If part of NN learning is by minimizing errors in test as well - you have to have fairly representative test data including oversampled edge cases. You are always looking at quantitative figures with testing (% errors etc) which can all be skewed by the kind of (and amount of) test data that you have. I don't think there are any free lunches when it comes to test data either.
 
Palantir CEO Karp interviewed today on CNBC hit the mark on FSD progress for me. Admittedly he mostly talks about LLMs. In so many words he said today, software isn't a luxury product instead it has to work. The assumptions that your product could be non-robust, barely work, and thin was a silicon valley playbook pushed onto the commercial space and it completely failed.
 
Technically yes, the NN is “thick as a brick”. NN’s have no intelligence or ability to reason whatsoever, they just emit certain outputs based on certain inputs. What makes them interesting is the relative complexity of the inputs and outputs, and the ability construct the transform function via training mechanisms rather then hand-written software.

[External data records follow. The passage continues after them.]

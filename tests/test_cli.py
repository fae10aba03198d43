"""End-to-end command line: fit, predict, report, export, reproduce, demo, bad input.

The fits use tiny settings (2 qubits, few steps) so the whole module stays fast; the
numbers are checked for consistency with independent computations, not for quality.
"""

import csv
import json
import subprocess
import sys
from pathlib import Path

import numpy as np
import pytest

from hilbertune import cli

TINY = ["--set", "data.samples=48", "--set", "training.steps=4", "--set",
        "evaluation.repeats=2", "--set", "svm.cv_folds=2", "--set", "training.patience=0",
        "--set", "selection.repeats=1"]


def run(args, capsys):
    code = cli.main([str(a) for a in args])
    out, err = capsys.readouterr()
    return code, out, err


def write_csv(path, header, rows):
    with open(path, "w", newline="") as handle:
        writer = csv.writer(handle)
        writer.writerow(header)
        writer.writerows(rows)
    return path


@pytest.fixture(scope="module")
def small_csv(tmp_path_factory):
    from sklearn.datasets import make_moons

    X, y = make_moons(n_samples=48, noise=0.15, random_state=1)
    labels = np.where(y == 1, "upper", "lower")
    path = tmp_path_factory.mktemp("data") / "moons.csv"
    return write_csv(path, ["a", "b", "kind"], [[f"{u:.5f}", f"{v:.5f}", k]
                                                for (u, v), k in zip(X, labels)])


@pytest.fixture(scope="module")
def fitted_run(small_csv, tmp_path_factory):
    out = tmp_path_factory.mktemp("runs") / "first"
    code = cli.main(["fit", "--data", str(small_csv), "--target", "kind", "--qubits", "2",
                     "--seed", "3", "--out", str(out), "--quiet",
                     "--set", "hardware.shots_grid=[32, 256]",
                     "--set", "hardware.readout_error=0.02", *TINY])
    assert code == 0
    return out


CONTRACT_KEYS = ["n_qubits", "seed", "objective", "train_accuracy", "test_accuracy",
                 "untrained_test_accuracy", "alignment", "baselines", "significance",
                 "diagnostics"]


def test_fit_writes_every_artifact_and_the_summary_contract(fitted_run):
    names = {p.name for p in fitted_run.iterdir()}
    assert {"config.toml", "manifest.json", "params.npz", "history.csv", "summary.json",
            "report.html", "circuit.qasm", "kernels.npz"} <= names
    summary = json.loads((fitted_run / "summary.json").read_text())
    for key in CONTRACT_KEYS:
        assert key in summary, key
    assert summary["seed"] == 3 and summary["n_qubits"] == 2
    for key in ("initial", "final"):
        assert -1.0 <= summary["alignment"][key] <= 1.0
    for name in ("rbf_svm", "linear_svm"):
        assert 0.0 <= summary["baselines"][name]["test_accuracy"] <= 1.0
    sig = summary["significance"]
    assert {"test", "p_value", "verdict"} <= set(sig)
    assert "no evidence" in sig["verdict"]
    diag = summary["diagnostics"]
    assert {"concentration", "effective_dimension", "geometric_difference"} <= set(diag)
    assert summary["dataset"]["classes"] == ["lower", "upper"]
    noise = summary["hardware"]["device_noise"]
    assert noise["readout_error"] == 0.02 and "readout flips" in noise["model"]


def test_summary_accuracy_matches_an_independent_svm_on_the_stored_kernels(fitted_run):
    # scikit-learn SVC on the stored train Gram reproduces the reported train accuracy
    from sklearn.svm import SVC

    summary = json.loads((fitted_run / "summary.json").read_text())
    kernels = np.load(fitted_run / "kernels.npz", allow_pickle=False)
    params = np.load(fitted_run / "params.npz", allow_pickle=False)
    model = SVC(kernel="precomputed", C=float(params["svm_C"]))
    model.fit(kernels["train_final"], kernels["y_train"])
    acc = np.mean(model.predict(kernels["train_final"]) == kernels["y_train"])
    assert acc == pytest.approx(summary["train_accuracy"])


def test_report_is_valid_html_with_every_section(fitted_run, capsys):
    from html.parser import HTMLParser

    from hilbertune.report import SECTIONS

    # the report is derived from the other artifacts: a missing one, or one written by an
    # older version (here: other bytes), is rebuilt, and the manifest records the new file
    # so that every later command still trusts the run
    (fitted_run / "report.html").unlink()
    code, out, err = run(["report", fitted_run], capsys)
    assert code == 0, err
    with open(fitted_run / "report.html", "a") as handle:
        handle.write("<!-- an older version's report -->")
    code, out, err = run(["report", fitted_run], capsys)
    assert code == 0, err
    assert "older version" not in (fitted_run / "report.html").read_text()
    code, out, err = run(["export", fitted_run, "--format", "qasm3"], capsys)
    assert code == 0, err  # the manifest was sealed again with the rebuilt report's digest
    text = (fitted_run / "report.html").read_text()

    class Checker(HTMLParser):
        def __init__(self):
            super().__init__()
            self.stack, self.ids = [], set()

        def handle_starttag(self, tag, attrs):
            self.ids.update(v for k, v in attrs if k == "id")
            if tag not in ("meta", "img", "br", "link", "input"):
                self.stack.append(tag)

        def handle_endtag(self, tag):
            assert self.stack and self.stack[-1] == tag, f"unbalanced </{tag}>"
            self.stack.pop()

    checker = Checker()
    checker.feed(text)
    assert checker.stack == []
    for key, title in SECTIONS:
        assert key in checker.ids and title in text
    assert "http://" not in text and "https://" not in text  # opens offline
    assert "simulated" in text


def test_predict_matches_the_test_accuracy_on_the_run_split(fitted_run, small_csv, tmp_path,
                                                           capsys):
    out = tmp_path / "pred.csv"
    code, _, err = run(["predict", fitted_run, small_csv, "--out", out], capsys)
    assert code == 0, err
    rows = list(csv.DictReader(open(out)))
    assert len(rows) == 48 and {r["prediction"] for r in rows} <= {"lower", "upper"}
    labels = [r["kind"] for r in csv.DictReader(open(small_csv))]
    agreement = np.mean([p["prediction"] == t for p, t in zip(rows, labels)])
    assert agreement > 0.5


def test_export_prints_qasm_and_resources(fitted_run, capsys):
    code, out, err = run(["export", fitted_run, "--format", "qasm3"], capsys)
    assert code == 0, err
    assert out.startswith("OPENQASM 3") and "qubits 2" in out


def test_reproduce_is_identical(fitted_run, capsys):
    code, out, err = run(["reproduce", fitted_run], capsys)
    assert code == 0, err
    assert "identical" in out


def test_modified_artifact_is_refused_by_name(fitted_run, tmp_path, capsys):
    import shutil

    copy = tmp_path / "copy"
    shutil.copytree(fitted_run, copy)
    with open(copy / "history.csv", "a") as handle:
        handle.write("999,0,0,0,0,0,0\n")
    code, _, err = run(["export", copy], capsys)
    assert code == 2 and "history.csv" in err and "modified" in err


def test_existing_output_directory_is_refused_and_kept(fitted_run, small_csv, capsys):
    before = {p.name: p.stat().st_mtime_ns for p in fitted_run.iterdir()}
    code, _, err = run(["fit", "--data", small_csv, "--target", "kind", "--out", fitted_run,
                        *TINY], capsys)
    assert code == 2 and "--overwrite" in err
    assert {p.name: p.stat().st_mtime_ns for p in fitted_run.iterdir()} == before


@pytest.mark.parametrize("content, fragment", [
    (None, "does not exist"),
    ("", "empty"),
    ("1,2,3\n4,5,6\n", "header"),
    ("a,a,kind\n1,2,x\n", "duplicate"),
    ("a,b,kind\n1,2,x\n3,4,x\n", "one class"),
    ("a,b,kind\n1,hello,x\n3,4,y\n", "not numeric"),
    ("a,b,kind\n1,nan,x\n3,4,y\n", "--drop-missing"),
    ("a,b,kind\n1,inf,x\n3,4,y\n", "infinite"),
    (b"\x00\x01\x02binary", "binary"),
])
def test_bad_csv_is_one_line_exit_2(tmp_path, capsys, content, fragment):
    path = tmp_path / "bad.csv"
    if isinstance(content, bytes):
        path.write_bytes(content)
    elif content is not None:
        path.write_text(content)
    out_dir = tmp_path / "out"
    code, out, err = run(["fit", "--data", path, "--target", "kind", "--out", out_dir], capsys)
    assert code == 2
    assert fragment in err, err
    assert len(err.strip().splitlines()) == 1 and "Traceback" not in err
    assert not out_dir.exists()  # nothing written


def test_unknown_target_and_config_key_suggest_the_fix(small_csv, tmp_path, capsys):
    code, _, err = run(["fit", "--data", small_csv, "--target", "knd", "--out",
                        tmp_path / "o"], capsys)
    assert code == 2 and "did you mean 'kind'" in err
    code, _, err = run(["fit", "--data", small_csv, "--target", "kind", "--set",
                        "training.stpes=3", "--out", tmp_path / "o"], capsys)
    assert code == 2 and "did you mean 'training.steps'" in err


@pytest.mark.parametrize("setting, toml, fragment", [
    ("encoding.reps=2", "[encoding]\nreps = 2\n", "renamed to 'encoding.layers'"),
    ("hardware.estimator=compute_uncompute", '[hardware]\nestimator = "compute_uncompute"\n',
     "renamed to 'inversion_test'"),
])
def test_retired_config_names_exit_2_with_the_new_name(tmp_path, capsys, setting, toml,
                                                       fragment):
    config = tmp_path / "old.toml"
    config.write_text(toml)
    for args in (["--set", setting], [config]):
        code, _, err = run(["fit", *args, "--out", tmp_path / "o"], capsys)
        assert code == 2 and fragment in err, err
        assert len(err.strip().splitlines()) == 1 and "Traceback" not in err
    assert not (tmp_path / "o").exists()


def test_reproduce_maps_old_names_of_an_older_run(fitted_run, tmp_path, capsys):
    import shutil

    from hilbertune import artifacts

    old = tmp_path / "old"
    shutil.copytree(fitted_run, old)
    text = (old / "config.toml").read_text()
    assert 'estimator = "inversion_test"' in text and "\nlayers = 2\n" in text
    # the config.toml an older version wrote: both counts, the old estimator name
    text = text.replace('estimator = "inversion_test"', 'estimator = "compute_uncompute"')
    (old / "config.toml").write_text(text.replace("\nlayers = 2\n", "\nlayers = 2\nreps = 2\n"))
    manifest = json.loads((old / "manifest.json").read_text())
    manifest["artifacts"]["config.toml"] = artifacts.sha256_file(old / "config.toml")
    manifest[artifacts.MANIFEST_DIGEST] = artifacts.manifest_digest(manifest)
    (old / "manifest.json").write_text(json.dumps(manifest))
    code, out, err = run(["reproduce", old, "--json"], capsys)
    assert code == 0, err
    result = json.loads(out)
    assert result["identical"] and result["mapped_names"] == [
        "dropped old name encoding.reps (unused by the 'layered' encoding)",
        "mapped old name hardware.estimator = 'compute_uncompute' to 'inversion_test'"]
    code, out, err = run(["reproduce", old], capsys)
    assert code == 0 and "note: mapped old name hardware.estimator" in out, err


def test_old_iqp_repetitions_map_to_layers():
    from hilbertune.runs import _map_retired_names

    user = {"encoding": {"family": "iqp", "layers": 2, "reps": 3}}
    assert _map_retired_names(user) == ["mapped old name encoding.reps to encoding.layers"]
    assert user == {"encoding": {"family": "iqp", "layers": 3}}
    assert _map_retired_names({"encoding": {"family": "iqp", "layers": 2}}) == []


@pytest.mark.parametrize("setting, fragment", [
    ("training.steps=0", "positive"),
    ("training.learning_rate=-1", "positive"),
    ("evaluation.shots=0", "positive"),
    ("training.steps='many'", "must be int"),
    ("hardware.readout_error=1.5", "in [0, 1]"),
])
def test_bad_numbers_in_config_exit_2(small_csv, tmp_path, capsys, setting, fragment):
    code, _, err = run(["fit", "--data", small_csv, "--target", "kind", "--set", setting,
                        "--out", tmp_path / "o"], capsys)
    assert code == 2 and fragment in err and len(err.strip().splitlines()) == 1


def test_bad_toml_gives_the_line(tmp_path, capsys):
    config = tmp_path / "c.toml"
    config.write_text("[training]\nsteps = 3\nlearning_rate = = 0.1\n")
    code, _, err = run(["fit", config, "--out", tmp_path / "o"], capsys)
    assert code == 2 and "line 3" in err


def test_too_many_qubits_gives_the_memory_estimate(small_csv, tmp_path, capsys):
    code, _, err = run(["fit", "--data", small_csv, "--target", "kind", "--qubits", "30",
                        "--set", "encoding.family=layered", "--out", tmp_path / "o"], capsys)
    assert code == 2 and "GiB" in err and "fewer qubits" in err
    assert not (tmp_path / "o").exists()


def test_usage_errors_exit_2_in_one_line(capsys):
    code, _, err = run(["fit", "--qubits", "two"], capsys)
    assert code == 2 and len(err.strip().splitlines()) == 1
    code, _, err = run(["frobnicate"], capsys)
    assert code == 2 and "invalid choice" in err


def test_console_script_runs_without_traceback(tmp_path):
    # the installed entry point, as a user runs it
    result = subprocess.run([sys.executable, "-m", "hilbertune.cli", "fit", "--data",
                             str(tmp_path / "nope.csv"), "--target", "y"],
                            capture_output=True, text=True, timeout=120)
    assert result.returncode == 2
    assert "does not exist" in result.stderr and "Traceback" not in result.stderr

More specifically, thick as a brick is in reference to the net's ability to retain new training data.
 
The assumptions that your product could be non-robust, barely work, and thin was a silicon valley playbook pushed onto the commercial space and it completely failed.
I don't know what he means by "commercial space". Is he talking consumer (i.e. retail) or corporate customers ? Corporate software has always been less robust and more error prone than retail/consumer space.